The girls are numbered from 1 to G and the boys are numbered from 1 to B.

The last test case is followed by a line containing three zeros.

Output

For each test case, print a line containing the test case number( beginning with 1) followed by a integer which is the maximum number of kids the teacher can pick.

Sample Input

2 3 3
1 1
1 2
2 3
2 3 5
1 1
1 2
2 1
2 2
2 3
0 0 0

Sample Output

Case 1: 3
Case 2: 4

Source

2008 Asia Hefei Regional Contest Online by USTC

求最大团，在一般图上是np问题，但对有向无环图上，有定理最大团的大小=补图的最大独立集的大小。（这个定理，也是从网上看的，不确定正确性，也不知怎样证明）而这道题的补图就是个二分图了。

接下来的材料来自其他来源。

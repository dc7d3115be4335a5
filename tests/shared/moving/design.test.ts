/**
 * Design checks on moving-load envelopes read the extreme under an axle: the envelope loading
 * carries it at a station, so the bending check's demand and position are the true maximum and
 * the record names where the vehicle stood.
 */
import { describe, expect, it } from 'vitest';
import { checkModel } from '../../../shared/design/index.js';
import { analyse } from '../../../shared/engine/index.js';
import { IPE300 } from '../design/helpers.js';
import { member, model } from '../design/model-helpers.js';

const kN = 1e3;
// our own three-axle vehicle (as axles.test.ts): 50 kN leading, 150 kN at 4.3 m, 150 kN at 9.1 m
const vehicle = [[0, 50], [4.3, 150], [9.1, 150]] as const;

describe('design checks use the moving-load extremes under the axles', () => {
  it('EN 6.2.5 bending on a 20 m span: demand = 1.5 × the classic-rule maximum, at the axle, with the vehicle position', () => {
    const L = 20;
    const m = model([IPE300()], [member('B1', 'N1', 'N2', 'IPE300')], [['N1', 0, 0], ['N2', L, 0]], []);
    m.supports = [
      { node: 'N1', restrained: [true, true, true, true, true, false], springs: [0, 0, 0, 0, 0, 0] },
      { node: 'N2', restrained: [false, true, true, true, true, false], springs: [0, 0, 0, 0, 0, 0] },
    ];
    m.cases.push({ id: 'LM', category: 'live', title: 'LM', selfWeight: 0, mass: false });
    m.combinations = [{ id: 'ULS', limitState: 'strength', terms: [{ case: 'LM', factor: 1.5 }] }];
    vehicle.forEach(([offset, load], i) => m.vehicles.push({ vehicle: 'T3', axle: `A${i + 1}`, offset, load: load * kN }));
    m.lanes.push({ lane: 'DECK', seq: 1, member: 'B1' });
    m.movingLoads.push({ case: 'LM', vehicle: 'T3', lane: 'DECK', direction: 'both' });
    const r = checkModel(m, analyse(m));
    // classic rule (axles.test.ts): R = 350 kN, e = 1.442857 m, M = R(L/2 − e/2)²/L − 50 kN·4.3 m = 1291.608 kNm
    const R = 350 * kN, e = (150 * 4.3 + 150 * 9.1) / 350 - 4.3;
    const exact = (R * (L / 2 - e / 2) ** 2) / L - 50 * kN * 4.3;
    const bend = r.records.find((c) => c.clause === '6.2.5' && c.family === 'bending_major' && c.combination === 'ULS')!;
    // sagging in the plane's own sign convention: compare magnitudes (tolerance 1e-9 relative)
    expect(Math.abs(Math.abs(bend.demand!) - 1.5 * exact) / (1.5 * exact)).toBeLessThan(1e-9);
    // at the critical axle (x_c = L/2 ± e/2, tolerance 1e-6 m) with the leading axle 4.3 m ahead of it
    const xc = L / 2 + e / 2;
    expect([xc, L - xc].some((x) => Math.abs(bend.x! - x) < 1e-6)).toBe(true);
    expect(bend.vehiclePosition).toBeDefined();
    const lead = bend.vehiclePosition!;
    expect([bend.x! + 4.3, bend.x! - 4.3].some((s) => Math.abs(s - lead) < 1e-6)).toBe(true);
  });
});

或者这样理解：转化为补图，补图中有边的说明是不认识的，那么想要剩下的人都认识，就得把边去掉，也就是去掉最少的点使所有的边都去掉，就是最小路径覆盖.

#include<cstdio>
#include<cstring>
#include<queue>
#include<vector>
#include<iostream>
#include<algorithm>
using namespace std;
const int INF = 1000000000;
const int maxn = 500 + 5; // 单侧顶点的最大数目

// 二分图最大基数匹配，邻接矩阵写法
struct BPM {
  int n, m;               // 左右顶点个数
  int G[maxn][maxn];      // 邻接表
  int left[maxn];         // left[i]为右边第i个点的匹配点编号，-1表示不存在
  bool T[maxn];           // T[i]为右边第i个点是否已标记

  void init(int n, int m) {
    this->n = n;
    this->m = m;
    memset(G, 0, sizeof(G));
  }

  bool match(int u){
    for(int v = 0; v < m; v++) if(G[u][v] && !T[v]) {
      T[v] = true;
      if (left[v] == -1 || match(left[v])){
        left[v] = u;
        return true;
      }
    }
    return false;
  }

  // 求最大匹配
  int solve() {
    memset(left, -1, sizeof(left));
    int ans = 0;
    for(int u = 0; u < n; u++) { // 从左边结点u开始增广
      memset(T, 0, sizeof(T));
      if(match(u)) ans++;
    }
    return ans;
  }

};

BPM solver;

int main(){
    int g,b,m;
    int kase = 0;
    while(scanf("%d%d%d",&g,&b,&m)){
        if(g == 0 && b == 0 && m == 0) break;
        kase++;
        solver.init(g,b);
        for(int i = 0;i < m;i++){
            int x,y;
            scanf("%d%d",&x,&y);x--;y--;
            solver.G[x][y] = 1;
        }
        for(int i = 0;i < g;i++){
            for(int j = 0;j < b;j++){
                solver.G[i][j] = !solver.G[i][j];
            }
        }
        printf("Case %d: %d\n",kase,g+b-solver.solve());
    }
    return 0;
}